Records contained in a dataset

· · · ·

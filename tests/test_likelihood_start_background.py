"""The background-only start fit of :mod:`peaksift.likelihood.start_background` (the
compiled Fisher scoring on arrays made there directly, and the general path through a
cost) against an outside reference.

Source: the extended binned Poisson NLL sum(mu - n ln mu) (Baker and Cousins, Nucl.
Instrum. Meth. 221 (1984) 437, eq. 11) of a truncated power law or exponential on the bins a
mask keeps (the sidebands of a candidate peak), written here with closed-form CDFs and
minimised by iminuit's MIGRAD (strategy 2, tight tolerance) with HESSE errors.  A start fit
stops at EDM 1e-2, so it must sit within 0.15 HESSE errors of that minimum and within 0.02
of its NLL; the compiled and numpy paths, the same algorithm in different rounding, agree
to 1e-6 of an error.
"""

from __future__ import annotations

import numpy as np
import pytest
from iminuit import Minuit

from peaksift.likelihood import Model
from peaksift.likelihood import start_background as sb
from peaksift.likelihood.starts import background_start

LO, HI = 100.0, 400.0


def _counts(background: str, seed: int, bins: int):
    rng = np.random.default_rng(seed)
    if background == "powerlaw":
        a = 1.0 - 3.0
        x = LO * (1.0 - rng.random(60_000) * (1.0 - (HI / LO) ** a)) ** (1.0 / a)
    else:
        x = LO + rng.exponential(90.0, 120_000)
        x = x[x < HI][:60_000]
    x = np.concatenate([x, rng.normal(250.0, 5.0, 800)])  # a peak the sidebands leave out
    edges = np.linspace(LO, HI, bins + 1)
    return edges, np.histogram(x, edges)[0].astype(float)


def _cdf(background: str, shape: float, x: np.ndarray) -> np.ndarray:
    if background == "powerlaw":  # x^-k on [LO, HI]
        a = 1.0 - shape
        return (x**a - LO**a) / (HI**a - LO**a)
    t = (x - 0.5 * (LO + HI)) / (0.5 * (HI - LO))  # exp(b1 t), t in [-1, 1]
    return (np.exp(shape * t) - np.exp(-shape)) / (np.exp(shape) - np.exp(-shape))


def _by_hand(background, edges, n, mask, start):
    def nll(shape, total):
        mu = total * np.diff(_cdf(background, shape, edges))[mask]
        with np.errstate(all="ignore"):
            v = float(np.sum(mu - n[mask] * np.log(mu)))
        return v if np.isfinite(v) else 1e300
    m = Minuit(nll, shape=start[0], total=start[1])
    m.errordef = 0.5
    m.strategy, m.tol = 2, 1e-6
    m.limits["total"] = (1.0, None)
    m.migrad()
    m.hesse()
    assert m.valid
    return m, nll


@pytest.mark.parametrize("background", ["powerlaw", "exponential"])
@pytest.mark.parametrize("seed", [1, 2])
@pytest.mark.parametrize("masked", [False, True])
def test_background_start_against_iminuit(background, seed, masked, monkeypatch):
    edges, n = _counts(background, seed, 120)
    c = 0.5 * (edges[1:] + edges[:-1])
    mask = np.abs(c - 250.0) > 15.0 if masked else None
    model = Model("gaussian", background, (LO, HI))
    names = list(model.parameter_names)
    lower = np.array([p.lower for p in model.parameters], float)
    upper = np.array([p.upper for p in model.parameters], float)
    lower[names.index("background_yield")], upper[names.index("background_yield")] = 0, 1e7
    base = np.array([p.start for p in model.parameters], float)
    base[names.index("mass")], base[names.index("sigma")] = 250.0, 5.0
    is_fixed = np.zeros(len(names), bool)
    ro = []
    for a in (edges, n, np.ones(n.size)):
        a = a.copy()
        a.flags.writeable = False  # as the free fit gives them
        ro.append(a)
    i_b = names.index("power" if background == "powerlaw" else "b1")
    i_y = names.index("background_yield")

    def run():
        return background_start(model, *ro, mask, base, is_fixed, lower, upper)

    used = []
    real = sb._BackgroundFit.minimum
    monkeypatch.setattr(sb._BackgroundFit, "minimum",
                        lambda self, *a: used.append(1) or real(self, *a))
    compiled = run()
    assert used, "the compiled start fit was not used"
    monkeypatch.setenv("PEAKSIFT_NUMPY_COST", "1")
    reference = run()
    monkeypatch.delenv("PEAKSIFT_NUMPY_COST")
    assert len(used) == 1  # the numpy path made its own cost
    assert compiled[names.index("signal_yield")] == 0.0

    keep = np.ones(n.size, bool) if mask is None else mask
    m, nll = _by_hand(background, edges, n, keep, (base[i_b], float(n[keep].sum())))
    for i, k in ((i_b, "shape"), (i_y, "total")):
        assert abs(compiled[i] - m.values[k]) < 0.15 * m.errors[k], (k, compiled[i], m.values[k])
        assert abs(compiled[i] - reference[i]) < 1e-6 * m.errors[k], (k, compiled, reference)
    assert nll(compiled[i_b], compiled[i_y]) - m.fval < 0.02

· · · ·

**WHAT TO PRODUCE**. Could you set down, word for word, only the lines above from the line with "is_fixed, lower, upper)" to the line with "keep = np.ones(n.size, bool)", including both?

**SOLUTION FOR THIS TASK**.
        return background_start(model, *ro, mask, base, is_fixed, lower, upper)

    used = []
    real = sb._BackgroundFit.minimum
    monkeypatch.setattr(sb._BackgroundFit, "minimum",
                        lambda self, *a: used.append(1) or real(self, *a))
    compiled = run()
    assert used, "the compiled start fit was not used"
    monkeypatch.setenv("PEAKSIFT_NUMPY_COST", "1")
    reference = run()
    monkeypatch.delenv("PEAKSIFT_NUMPY_COST")
    assert len(used) == 1  # the numpy path made its own cost
    assert compiled[names.index("signal_yield")] == 0.0

    keep = np.ones(n.size, bool) if mask is None else mask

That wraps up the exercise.